The slab being red isn’t “proof” that the triangles are 1x1 pixel-sized, because it is a wireframe, i.e. the edges of the triangle fill, not the triangle itself.

If you look at this image from the original article this complaint is based on, you can see that most triangles would be decently sized for an 8x8 pixel target. Of course, the shader can’t pick optimal tesselation for every triangle, it still depends on the topology of the object and the fixed-function features of the tesselation stage.

Anyway, my point is not that “optimization” is the real reason why the concrete slab is so tesselated when it doesn’t need to be - having so many little triangles just isn’t as bad as it looks. The most likely reason is that nobody went in to test “optimal” tesselation levels for every single asset.

The amount of tessellation needed to bring an AMD card to its knees is far beyond overkill. Most games use tessellation nowadays but only the ones with insane amounts of it are used for these comparisons.

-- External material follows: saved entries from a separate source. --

import type { LapMarks } from '../laps/lapMarks.ts';
import type { Channels, ReferencePath } from '../model.ts';
import { median } from '../stats/quantile.ts';
import { robustSpread } from '../stats/robustSpread.ts';
import { sampleBefore, wayShare } from '../trace/placeTime.ts';
import { MATCH_STEP_M, matchSpeeds } from './matchSpeeds.ts';
import type { Knot } from './matchSpeeds.ts';

/** Laps whose lengths agree to this share are counted along the track itself, not along the car's own way: nothing to match. */
const SAME_LENGTH_SHARE = 0.001;
/** A lap this much longer or shorter than the others is no pass of the whole path. */
const LAP_SHARE = 0.12;

/**
 * Place of a run without positions: between two crossings of the line by distance, scaled so that every lap has the path's length,
 * and, where the laps' lengths show that the distance is the car's own way, stretched between matched speed minima.
 *
 * @returns unwrapped, non-decreasing places by sample, turn 0 at the first crossing; NaN where there is no crossing at all
 */
export function stretchPlace(channels: Channels, marks: LapMarks, path: ReferencePath): Float64Array {
	const { timeS } = channels;
	const placeM = new Float64Array(timeS.length).fill(NaN);
	const crossings = marks.crossingS;
	const { lengthM } = path;
	if (crossings.length === 0)
		return path.closed ? placeM : placeM.map((_, i) => channels.distanceM[i] - channels.distanceM[0]);
	const wayM = Float64Array.from(crossings, (t) => distanceAt(channels, t));
	const lengths = wayM.subarray(1).map((way, k) => way - wayM[k]);
	const usual = lengths.length > 0 ? median(lengths) : lengthM;
	const same =
		robustSpread(lengths) <= SAME_LENGTH_SHARE * usual && Math.abs(usual - lengthM) <= SAME_LENGTH_SHARE * lengthM;
	const pathKmh = onGrid(lengthM, (place) => path.speedKmh[Math.min(Math.round(place), path.speedKmh.length - 1)]);
	let lap = -1;
	let knots: Knot[] = [];
	for (let i = 0; i < timeS.length; i++) {
		while (lap + 1 < crossings.length && timeS[i] >= crossings[lap + 1]) {
			lap++;
			const whole = lap < lengths.length && Math.abs(lengths[lap] - usual) <= LAP_SHARE * usual;
			knots = whole && !same ? matchSpeeds(lapSpeed(channels, wayM[lap], lengths[lap], lengthM), pathKmh, lengthM) : [];
		}
		if (lap < 0) placeM[i] = ((channels.distanceM[i] - wayM[0]) * lengthM) / usual;
		else {
			const driven = channels.distanceM[i] - wayM[lap];
			const scaled = lap < lengths.length ? (driven * lengthM) / lengths[lap] : (driven * lengthM) / usual;
			placeM[i] = lap * lengthM + (knots.length > 0 ? stretched(knots, scaled) : scaled);
		}
		if (i > 0 && placeM[i] < placeM[i - 1]) placeM[i] = placeM[i - 1];
	}
	return placeM;
}

/** Distance at a time; the speed changes evenly between samples. Goes on beyond the run's ends. */
export function distanceAt({ timeS, distanceM, speedKmh }: Channels, atS: number): number {
	const i = Math.min(Math.max(sampleBefore(timeS, atS), 0), timeS.length - 2);
	const share = (atS - timeS[i]) / (timeS[i + 1] - timeS[i]);
	return distanceM[i] + (distanceM[i + 1] - distanceM[i]) * wayShare(share, speedKmh[i], speedKmh[i + 1]);
}

/** Speed of a lap every 5 m of its length scaled to the path's. */
function lapSpeed({ distanceM, speedKmh }: Channels, fromM: number, ownM: number, lengthM: number): Float64Array {
	let i = 0;
	return onGrid(lengthM, (place) => {
		const way = fromM + (place * ownM) / lengthM;
		while (i + 2 < distanceM.length && distanceM[i + 1] < way) i++;
		const share = (way - distanceM[i]) / (distanceM[i + 1] - distanceM[i]) || 0;
		return speedKmh[i] + share * (speedKmh[i + 1] - speedKmh[i]);
	});
}

function onGrid(lengthM: number, value: (placeM: number) => number): Float64Array {
	return Float64Array.from({ length: Math.floor(lengthM / MATCH_STEP_M) + 1 }, (_, k) => value(k * MATCH_STEP_M));
}

function stretched(knots: Knot[], place: number): number {
	let k = 0;
	while (k + 2 < knots.length && knots[k + 1].fromM <= place) k++;
	const { fromM, toM } = knots[k];
	const next = knots[k + 1];
	return toM + ((place - fromM) * (next.toM - toM)) / (next.fromM - fromM);
}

I don’t think this amount of tesselation is “overkill” for good displacement mapping.

What a bunch of nonsense. Intel already has open source drivers for their GPUs and AMD’s are on their way¹.

Neither companies have open-source drivers on Windows (i.e. the platform that actually matters for games) nor have they announced any such plans. I’m sure game developers would love to be able to properly debug their applications with open-source drivers, though.

You tend to be very categorical and you know what you said. Making excuses and quoting “optimization” and “optimal” don’t make it any better. The amount of tessellation in Crysis 2 was overkill and everyone acknowledges it. It wasn’t only the insane amounts of tessellation on objects that didn’t need it, it was the frigging tessellated ocean below the ground too. Crytek either dropped the ball hardcore there or they partnered with Nvidia to showcase a totally pointless strength.

Well, you know, that’s like, uh, your opinion, man.

I’m not going to argue with that. Still, Intel and AMD have open source drivers.